You may want to checkout Vectric Software.  They have free demo software and a wide range of products.  Start with Cut2d.

Ray


----------



## pberry26 (Oct 27, 2017)

davidh said:


> i have looked around at router cnc kit from "inventables" or something like that, got to thinking, the hardest part of that kit is building the mechanical parts.  why not, i said to myself, could i not just convert my rf30 with the parts that come with the inventables (the electronics).
> then again, why reinvent the wheel if someone else has done it already and would be willing to share their information ?  so thats the question. . .
> it appears that the cmc thing is getting more and more user friendly so just maybe i could understand it.  its just another thing on my bucket list


----------



## pberry26 (Oct 27, 2017)

https://www.ebay.com/itm/USA-Free-Wantai-3Axis-Stepper-Motor-Nema23-57BYGH627-270oz-in-3A-4-Lead-Driver/322250212815?_trkparms=aid=444000&algo=SOI.DEFAULT&ao=1&asc=48754&meid=e7642f798b084886866ca728ae7eef75&pid=100752&rk=4&rkt=6&sd=321544031024&_trksid=p2047675.c100752.m1982

$176.60, includes shipping, meaning big savings, IF it is suitable!  It appears to be NEMA 23 motors, similar controllers, to the one listed that is a year ago...  I have about 30 used HP computers that run at 2.0 to 2.4 GHz, in steel cases.  32 bit Intel processors, plus, lots of interior space to mount more electronics. Also, have spare empty cases, with ventilation fans... 

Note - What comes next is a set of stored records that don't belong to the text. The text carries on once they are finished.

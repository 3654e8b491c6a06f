import type { Column } from './columns.ts'
import type { Heights } from './heights.ts'
import type { Lanes } from './lanes.ts'
import type { LocalTrip } from './localLanes.ts'
import type { Placing } from './placeRooms.ts'
import type { Storey } from './readHouse.ts'
import type { ChaseBox } from './riserLayout.ts'

/** Draws chases where runs pass a storey; one that passes none is a small note where it begins. */
export function drawChases(storeys: readonly Storey[], columns: readonly Column[], placing: Placing, heights: Heights, { lanes }: Lanes, locals: readonly LocalTrip[]): ChaseBox[] {
  const indexOf = new Map(storeys.flatMap((storey) => storey.levels.map((level) => [level.id, storey.index] as const)))
  const boxes: ChaseBox[] = []
  for (const column of columns) {
    const shown = new Set<string>()
    for (const storey of storeys) {
      const gap = placing.gaps[storey.index]![column.index]!
      if (storey.kind !== 'full' || column.racks.some((rack) => rack.storey === storey.index) || gap.x1 - gap.x0 < 4) continue
      const here = column.pathways.filter((pathway) => {
        const [bottom, top] = [indexOf.get(pathway.bottomLevelId) ?? 0, indexOf.get(pathway.topLevelId) ?? 0]
        return Math.min(bottom, top) < storey.index && Math.max(bottom, top) >= storey.index
      })
      if (!here.length) continue
      for (const pathway of here) shown.add(pathway.id)
      const box = heights.storeys[storey.index]!
      const passing = lanes.filter(({ strand }) => strand.column === column.index && (strand.up ? strand.corridor >= storey.index && strand.rackStorey < storey.index : strand.corridor < storey.index && strand.rackStorey > storey.index))
      const crossing = locals.filter((local) => local.cross !== null && local.cross >= gap.x0 && local.cross <= gap.x1 && local.legs.some((leg) => leg.corridor >= storey.index) && local.legs.some((leg) => leg.corridor < storey.index))
      boxes.push({
        pathwayIds: here.map((pathway) => pathway.id),
        runIds: [...passing.map((lane) => lane.strand.trip.run.id), ...crossing.map((local) => local.trip.run.id)],
        x: gap.x0 + 2, y: box.ceiling - 2, w: gap.x1 - gap.x0 - 4, h: box.floor - box.ceiling + 6,
        note: { x: (gap.x0 + gap.x1) / 2, y: (box.ceiling + box.floor) / 2 - 4 },
      })
    }
    for (const pathway of column.pathways) if (!shown.has(pathway.id)) boxes.push(smallNote(pathway.id, column, indexOf.get(pathway.topLevelId) ?? 0, placing, heights, boxes.length))
  }
  return boxes
}

function smallNote(pathwayId: string, column: Column, top: number, placing: Placing, heights: Heights, index: number): ChaseBox {
  const box = heights.storeys[top]!
  const x = placing.columns[column.index]! + (index % 2 ? 1 : -1) * 2
  const y = box.kind === 'roof' ? heights.eave - 14 : box.floor + 7
  return { pathwayIds: [pathwayId], runIds: [], x: x - 24, y: y - 7, w: 48, h: 14, note: { x, y } }
}
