import type { PlateSpot, RackBox, RackUnit, RiserLayout, RunLine, XY } from './riserLayout.ts'

/** The run nearest to a point, within reach. */
export function runAt(layout: RiserLayout, at: XY, reach: number): RunLine | undefined {
  let best: RunLine | undefined
  let least = reach
  for (const run of layout.runs)
    for (let index = 1; index < run.points.length; index++) {
      const distance = toSegment(at, run.points[index - 1]!, run.points[index]!)
      if (distance < least) {
        least = distance
        best = run
      }
    }
  return best
}

function toSegment({ x, y }: XY, a: XY, b: XY): number {
  const dx = Math.max(Math.min(a.x, b.x) - x, 0, x - Math.max(a.x, b.x))
  const dy = Math.max(Math.min(a.y, b.y) - y, 0, y - Math.max(a.y, b.y))
  return Math.hypot(dx, dy)
}

const inside = (at: XY, box: { x: number; y: number; w: number; h: number }, slack = 0) =>
  at.x >= box.x - slack && at.x <= box.x + box.w + slack && at.y >= box.y - slack && at.y <= box.y + box.h + slack

/** The plate under a point, its middle being its place. */
export const plateAt = (layout: RiserLayout, at: XY, slack = 3): PlateSpot | undefined =>
  layout.plates.find((spot) => inside(at, { x: spot.x - spot.w / 2, y: spot.y - spot.h / 2, w: spot.w, h: spot.h }, slack))

/** The device's picture under a point. */
export const deviceAt = (layout: RiserLayout, at: XY) => layout.devices.find((spot) => inside(at, spot, 2))

/** The rack under a point, and the row of it. */
export function rackAt(layout: RiserLayout, at: XY): { rack: RackBox; unit: RackUnit | undefined } | undefined {
  const rack = layout.racks.find((box) => inside(at, box, 2))
  return rack && { rack, unit: rack.units.find((unit) => inside(at, unit)) }
}

/** The bay under a point. */
export const bayAt = (layout: RiserLayout, at: XY) => layout.bays.find((bay) => inside(at, bay))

 I am looking forward to converting my 1984 ENCO RF-30 mill (that has the Rong-fu Z axis mechanical drive, built in). It will run Linux, as do all the systems I built, since 1997.  We hold a monthly seminar all day on the First Saturday each month, since 2002, at Winter Park Christian Church, in Central Florida.  Their Fellowship Hall seats 100, where we talk, and show, high tech machines, Rasberry Pi's, Arduinos, Beagle-bones, and more, all running on a Linux that is built for their platform. 

Plus about half of the attendees are HAMs, and two are College professionals who all are very familiar with GNU/Linux, and we demonstrate why it is a disaster to try to run Microsoft (Failure mode is too high for competent use in any professional environment), when Microsoft Corporation runs their Windows development cluster of 25,000 desktops in Linux, their "Microsoft Cloud" leased from Ubuntu Linux, their front line servers on Linux and BSD, and their Corporate Network behind 400 Aruba Linux firewall boxes...  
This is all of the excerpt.